TASK BRIEF — Provide only the number of lines in the records below that contain "SymbolCounts".

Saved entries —
Content starts

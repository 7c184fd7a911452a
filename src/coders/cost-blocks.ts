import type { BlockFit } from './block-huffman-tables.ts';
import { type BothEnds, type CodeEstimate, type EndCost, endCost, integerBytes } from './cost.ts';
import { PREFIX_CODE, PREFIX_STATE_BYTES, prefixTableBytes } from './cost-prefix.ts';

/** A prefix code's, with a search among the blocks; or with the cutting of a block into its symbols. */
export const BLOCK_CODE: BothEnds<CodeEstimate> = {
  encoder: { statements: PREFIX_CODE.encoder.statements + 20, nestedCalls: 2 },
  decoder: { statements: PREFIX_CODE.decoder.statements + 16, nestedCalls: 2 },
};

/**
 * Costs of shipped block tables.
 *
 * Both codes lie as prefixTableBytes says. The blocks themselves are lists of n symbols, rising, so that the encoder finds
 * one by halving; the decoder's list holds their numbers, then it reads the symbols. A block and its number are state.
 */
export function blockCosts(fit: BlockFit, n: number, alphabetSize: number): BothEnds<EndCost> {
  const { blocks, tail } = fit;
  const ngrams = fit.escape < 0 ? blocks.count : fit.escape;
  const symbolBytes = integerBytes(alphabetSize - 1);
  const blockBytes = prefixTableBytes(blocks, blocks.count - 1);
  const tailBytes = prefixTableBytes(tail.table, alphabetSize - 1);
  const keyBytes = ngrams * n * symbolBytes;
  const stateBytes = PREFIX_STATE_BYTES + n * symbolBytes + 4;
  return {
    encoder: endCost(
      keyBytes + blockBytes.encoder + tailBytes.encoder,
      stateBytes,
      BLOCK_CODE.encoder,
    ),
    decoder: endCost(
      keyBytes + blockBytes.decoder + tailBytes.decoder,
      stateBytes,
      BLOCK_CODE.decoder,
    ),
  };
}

Content ends
Content starts

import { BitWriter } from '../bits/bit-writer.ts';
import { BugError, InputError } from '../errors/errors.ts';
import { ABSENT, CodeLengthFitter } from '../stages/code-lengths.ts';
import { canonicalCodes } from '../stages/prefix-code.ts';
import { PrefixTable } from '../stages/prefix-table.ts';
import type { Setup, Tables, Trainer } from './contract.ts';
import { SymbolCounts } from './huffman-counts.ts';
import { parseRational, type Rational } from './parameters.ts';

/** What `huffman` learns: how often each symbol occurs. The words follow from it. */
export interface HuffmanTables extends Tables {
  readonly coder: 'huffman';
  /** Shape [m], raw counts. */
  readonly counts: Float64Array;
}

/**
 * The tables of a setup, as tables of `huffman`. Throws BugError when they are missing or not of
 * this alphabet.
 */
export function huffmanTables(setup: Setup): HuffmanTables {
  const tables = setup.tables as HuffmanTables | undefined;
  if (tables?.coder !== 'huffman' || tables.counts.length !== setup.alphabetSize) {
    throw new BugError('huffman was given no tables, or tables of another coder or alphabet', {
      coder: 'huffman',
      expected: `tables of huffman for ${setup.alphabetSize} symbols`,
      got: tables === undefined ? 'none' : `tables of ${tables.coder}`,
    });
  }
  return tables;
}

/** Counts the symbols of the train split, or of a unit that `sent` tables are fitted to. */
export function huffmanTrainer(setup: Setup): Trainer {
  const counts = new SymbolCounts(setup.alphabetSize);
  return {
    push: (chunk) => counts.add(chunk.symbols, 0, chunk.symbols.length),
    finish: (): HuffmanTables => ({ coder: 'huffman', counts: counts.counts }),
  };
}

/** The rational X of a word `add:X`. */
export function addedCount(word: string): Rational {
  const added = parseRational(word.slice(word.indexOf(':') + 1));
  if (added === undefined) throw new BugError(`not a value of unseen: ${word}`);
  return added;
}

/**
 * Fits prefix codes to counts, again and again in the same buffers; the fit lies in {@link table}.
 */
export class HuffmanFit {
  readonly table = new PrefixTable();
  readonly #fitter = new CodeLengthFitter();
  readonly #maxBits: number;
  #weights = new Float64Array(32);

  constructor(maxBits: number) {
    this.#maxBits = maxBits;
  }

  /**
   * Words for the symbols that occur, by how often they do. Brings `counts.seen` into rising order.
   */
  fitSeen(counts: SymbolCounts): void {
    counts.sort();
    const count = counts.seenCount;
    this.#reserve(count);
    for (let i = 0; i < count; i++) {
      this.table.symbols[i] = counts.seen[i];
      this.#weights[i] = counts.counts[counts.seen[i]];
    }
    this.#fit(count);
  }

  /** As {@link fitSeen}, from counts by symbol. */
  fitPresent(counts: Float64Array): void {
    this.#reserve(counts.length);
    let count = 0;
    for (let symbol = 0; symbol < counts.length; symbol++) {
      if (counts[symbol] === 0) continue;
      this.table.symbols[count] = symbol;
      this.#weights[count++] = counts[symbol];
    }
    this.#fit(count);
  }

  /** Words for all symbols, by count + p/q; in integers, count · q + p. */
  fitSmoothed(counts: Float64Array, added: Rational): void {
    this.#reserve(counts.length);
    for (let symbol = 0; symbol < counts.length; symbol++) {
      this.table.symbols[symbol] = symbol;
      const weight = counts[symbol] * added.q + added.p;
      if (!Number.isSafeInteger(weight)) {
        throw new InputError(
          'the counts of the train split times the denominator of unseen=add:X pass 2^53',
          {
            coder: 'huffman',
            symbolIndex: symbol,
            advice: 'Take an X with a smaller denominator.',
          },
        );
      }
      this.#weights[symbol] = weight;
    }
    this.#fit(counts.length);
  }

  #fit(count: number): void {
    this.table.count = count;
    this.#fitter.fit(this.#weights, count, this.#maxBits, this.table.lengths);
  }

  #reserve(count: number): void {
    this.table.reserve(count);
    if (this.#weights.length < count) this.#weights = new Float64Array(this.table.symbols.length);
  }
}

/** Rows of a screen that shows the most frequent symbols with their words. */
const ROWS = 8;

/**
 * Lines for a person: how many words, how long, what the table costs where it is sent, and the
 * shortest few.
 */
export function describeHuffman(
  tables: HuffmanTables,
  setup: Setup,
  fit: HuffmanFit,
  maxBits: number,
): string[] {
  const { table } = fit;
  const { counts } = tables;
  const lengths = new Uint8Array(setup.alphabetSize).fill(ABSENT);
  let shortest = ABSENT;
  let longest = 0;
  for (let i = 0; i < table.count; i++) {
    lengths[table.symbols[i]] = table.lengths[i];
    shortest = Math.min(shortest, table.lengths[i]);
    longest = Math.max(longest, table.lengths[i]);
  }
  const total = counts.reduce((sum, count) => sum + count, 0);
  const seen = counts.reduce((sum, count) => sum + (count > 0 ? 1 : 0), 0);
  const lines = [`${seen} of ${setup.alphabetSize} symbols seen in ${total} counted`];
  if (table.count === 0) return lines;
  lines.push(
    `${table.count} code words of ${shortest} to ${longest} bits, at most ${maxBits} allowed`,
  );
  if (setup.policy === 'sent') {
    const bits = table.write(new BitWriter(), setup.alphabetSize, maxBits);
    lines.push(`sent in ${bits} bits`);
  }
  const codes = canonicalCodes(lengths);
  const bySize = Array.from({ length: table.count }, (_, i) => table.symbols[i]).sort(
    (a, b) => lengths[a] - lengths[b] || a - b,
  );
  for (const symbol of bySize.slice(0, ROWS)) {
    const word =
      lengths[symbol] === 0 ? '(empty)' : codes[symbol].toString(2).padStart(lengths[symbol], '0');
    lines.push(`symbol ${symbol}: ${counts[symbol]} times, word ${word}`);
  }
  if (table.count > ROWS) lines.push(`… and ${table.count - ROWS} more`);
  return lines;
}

Content ends

TASK RESULT — 3